* Recorded data
"""Batch runs: a folder of corpus takes, local process pool, resume, and the same batch on a Dask cluster."""

from __future__ import annotations

import shutil
import sys
from pathlib import Path

import pytest

from takescribe.jobs.batch import find_takes, run_batch
from takescribe.cli import main
from takescribe.errors import InputError
from takescribe.jobs.pipeline import REPORT_FILES

CORPUS = Path(__file__).resolve().parents[1] / "fixtures" / "corpus"
TAKES = ("heldout/adverse_detune445_arpeggios", "heldout/adverse_fast_altosax_jig", "tuning/adverse_mixed_trumpet_reel")


@pytest.fixture(scope="module")
def folders(tmp_path_factory):
    root = tmp_path_factory.mktemp("batch")
    takes, scores = root / "takes", root / "scores"
    takes.mkdir()
    scores.mkdir()
    for name in TAKES:
        shutil.copy(CORPUS / f"{name}.flac", takes)
    # one take has its part; one "take" is not audio at all
    shutil.copy(CORPUS / f"{TAKES[0]}.musicxml", scores)
    (takes / "broken.wav").write_bytes(b"RIFF\x00\x00\x00\x00WAVEnot really audio")
    (takes / "readme.txt").write_text("not a take")
    return root, takes, scores


@pytest.fixture(scope="module")
def local_run(folders):
    root, takes, scores = folders
    return run_batch(takes, root / "local", score_dir=scores, jobs=2, progress=False)


def _outputs(folder: Path) -> dict:
    return {p.relative_to(folder).as_posix(): p for p in sorted(folder.rglob("*")) if p.is_file()}


def test_local_run_transcribes_compares_and_reports_failures(folders, local_run):
    root, _, _ = folders
    by_name = {Path(r.take).name: r for r in local_run.results}
    assert sorted(by_name) == ["adverse_detune445_arpeggios.flac", "adverse_fast_altosax_jig.flac",
                               "adverse_mixed_trumpet_reel.flac", "broken.wav"]
    assert by_name["broken.wav"].status == "failed" and "broken.wav" in by_name["broken.wav"].error
    assert local_run.exit_code == 1  # one failing take: the batch goes on but says so
    with_part = by_name["adverse_detune445_arpeggios.flac"]
    assert with_part.status == "done" and with_part.findings is not None and with_part.notes > 0
    for name in ("adverse_fast_altosax_jig.flac", "adverse_mixed_trumpet_reel.flac"):
        assert by_name[name].status == "done" and by_name[name].findings is None and by_name[name].notes > 0
    files = _outputs(root / "local")
    for name in REPORT_FILES + ("draft.mid", "notes.txt"):
        assert f"adverse_detune445_arpeggios/{name}" in files
    assert "adverse_fast_altosax_jig/report.html" not in files
    table = local_run.table()
    assert "broken.wav" in table and "1 failed" in table


def test_every_take_gets_a_valid_musicxml_draft(folders, local_run, musicxml_schema):
    from lxml import etree
    from music21 import converter

    root, _, _ = folders
    for result in local_run.results:
        if result.status != "done":
            continue
        path = root / "local" / Path(result.take).stem / "draft.musicxml"
        # MusicXML 4.0 XSD (W3C Music Notation Community Group) accepts the draft
        doc = etree.parse(str(path), etree.XMLParser(load_dtd=False, no_network=True, resolve_entities=False))
        assert musicxml_schema.validate(doc), f"{path}: {musicxml_schema.error_log.last_error}"
        # music21 reads back the pitches of the take's note list (one draft, two files); a note tied
        # over a bar line is one note, and two onsets of one pitch on one grid slot are written once
        written = [p.midi for n in converter.parse(str(path)).recurse().notes
                   if n.tie is None or n.tie.type == "start" for p in n.pitches]
        listed = [int(line.split()[2]) for line in (path.parent / "notes.txt").read_text().splitlines()[1:]]
        assert sorted(set(written)) == sorted(set(listed)) and len(written) <= len(listed) == result.notes, path


def test_a_take_without_part_or_instrument_is_said_to_be_piano(folders, local_run):
    by_name = {Path(r.take).name: r for r in local_run.results}
    assert by_name["adverse_detune445_arpeggios.flac"].remark is None  # its part names the instrument
    for name in ("adverse_fast_altosax_jig.flac", "adverse_mixed_trumpet_reel.flac"):
        assert "--instrument" in by_name[name].remark and "piano" in by_name[name].remark
        assert f"note: {name}: no --instrument" in local_run.table()


def test_instrument_option_names_the_draft_and_writes_it_transposed(folders, tmp_path, capsys):
    from lxml import etree

    _, takes, _ = folders
    only = tmp_path / "takes"
    only.mkdir()
    shutil.copy(takes / "adverse_fast_altosax_jig.flac", only)
    code = main(["batch", str(only), "-o", str(tmp_path / "out"), "--instrument", "alto sax", "--jobs", "1",
                 "--quiet"])
    out = capsys.readouterr().out
    assert code == 0 and "no --instrument" not in out
    doc = etree.parse(str(tmp_path / "out" / "adverse_fast_altosax_jig" / "draft.musicxml"))
    assert "Sax" in doc.findtext(".//score-part/part-name")
    # an E-flat alto saxophone sounds a major sixth below its written notes (common practice, no source)
    assert doc.findtext(".//transpose/chromatic") == "-9"


def test_resume_skips_finished_takes(folders, local_run, capsys):
    root, takes, scores = folders
    before = {k: p.stat().st_mtime_ns for k, p in _outputs(root / "local").items()}
    code = main(["batch", str(takes), "-o", str(root / "local"), "--score-dir", str(scores), "--jobs", "2", "--quiet"])
    out = capsys.readouterr().out
    assert code == 1  # the broken take still fails
    assert "3 skipped" in out and "1 failed" in out
    after = {k: p.stat().st_mtime_ns for k, p in _outputs(root / "local").items()}
    assert after == before  # nothing rewritten


def test_partial_outputs_are_not_overwritten(folders, local_run, tmp_path):
    root, takes, _ = folders
    only = tmp_path / "takes"
    only.mkdir()
    shutil.copy(takes / "adverse_fast_altosax_jig.flac", only)
    out = tmp_path / "out"
    (out / "adverse_fast_altosax_jig").mkdir(parents=True)
    (out / "adverse_fast_altosax_jig" / "draft.mid").write_bytes(b"left over")
    summary = run_batch(only, out, jobs=1, progress=False)
    assert summary.results[0].status == "failed"
    assert "only some of this take's outputs" in summary.results[0].error
    assert (out / "adverse_fast_altosax_jig" / "draft.mid").read_bytes() == b"left over"


def test_dask_cluster_from_another_folder_with_relative_paths_gives_the_local_results(folders, local_run, tmp_path,
                                                                                      monkeypatch):
    # issue #17: `batch --scheduler` with relative paths failed every take and made empty folders in
    # the worker's working directory. The workers start in one folder, the batch is given paths
    # relative to another; spawned worker processes keep the folder they were started in.
    distributed = pytest.importorskip("dask.distributed")
    root, _, _ = folders
    worker_home = tmp_path / "worker-home"
    worker_home.mkdir()
    monkeypatch.chdir(worker_home)
    cluster = distributed.LocalCluster(n_workers=2, threads_per_worker=1, processes=True, host="127.0.0.1",
                                       dashboard_address=None)
    try:
        monkeypatch.chdir(root)
        summary = run_batch(Path("takes"), Path("dask"), score_dir=Path("scores"),
                            scheduler=cluster.scheduler_address, progress=False)
    finally:
        cluster.close(timeout=30)
    assert [(r.status, r.notes, r.findings) for r in summary.results] == \
        [(r.status, r.notes, r.findings) for r in local_run.results]
    assert list(worker_home.iterdir()) == []   # nothing made where the workers run
    local, remote = _outputs(root / "local"), _outputs(root / "dask")
    assert sorted(local) == sorted(remote)
    for name in local:
        if name.endswith(("notes.txt", "findings.json")):
            assert local[name].read_text() == remote[name].read_text(), name


def test_missing_dask_is_a_clear_error(folders, monkeypatch, tmp_path):
    _, takes, _ = folders
    monkeypatch.setitem(sys.modules, "dask.distributed", None)  # import fails as if not installed
    with pytest.raises(InputError, match=r"dask\[distributed\]"):
        run_batch(takes, tmp_path / "out", scheduler="tcp://127.0.0.1:1", progress=False)


def test_bad_folders_name_the_problem(folders, tmp_path):
    _, takes, _ = folders
    with pytest.raises(InputError, match="input folder not found"):
        run_batch(tmp_path / "nowhere", tmp_path / "out", progress=False)
    with pytest.raises(InputError, match="output folder is the input folder"):
        run_batch(takes, takes, progress=False)
    with pytest.raises(InputError, match="score folder not found"):
        run_batch(takes, tmp_path / "out", score_dir=tmp_path / "none", progress=False)


def test_takes_with_one_name_and_two_suffixes_are_refused(tmp_path):
    (tmp_path / "a.wav").write_bytes(b"")
    (tmp_path / "a.flac").write_bytes(b"")
    with pytest.raises(InputError, match="several suffixes"):
        find_takes(tmp_path, tmp_path / "out")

* Description of the task
An exact copy of the lines above, from the one containing "table = local_run.table()" through the one containing "names the instrument", is the whole of the answer.

* Solution to this problem
    table = local_run.table()
    assert "broken.wav" in table and "1 failed" in table


def test_every_take_gets_a_valid_musicxml_draft(folders, local_run, musicxml_schema):
    from lxml import etree
    from music21 import converter

    root, _, _ = folders
    for result in local_run.results:
        if result.status != "done":
            continue
        path = root / "local" / Path(result.take).stem / "draft.musicxml"
        # MusicXML 4.0 XSD (W3C Music Notation Community Group) accepts the draft
        doc = etree.parse(str(path), etree.XMLParser(load_dtd=False, no_network=True, resolve_entities=False))
        assert musicxml_schema.validate(doc), f"{path}: {musicxml_schema.error_log.last_error}"
        # music21 reads back the pitches of the take's note list (one draft, two files); a note tied
        # over a bar line is one note, and two onsets of one pitch on one grid slot are written once
        written = [p.midi for n in converter.parse(str(path)).recurse().notes
                   if n.tie is None or n.tie.type == "start" for p in n.pitches]
        listed = [int(line.split()[2]) for line in (path.parent / "notes.txt").read_text().splitlines()[1:]]
        assert sorted(set(written)) == sorted(set(listed)) and len(written) <= len(listed) == result.notes, path


def test_a_take_without_part_or_instrument_is_said_to_be_piano(folders, local_run):
    by_name = {Path(r.take).name: r for r in local_run.results}
    assert by_name["adverse_detune445_arpeggios.flac"].remark is None  # its part names the instrument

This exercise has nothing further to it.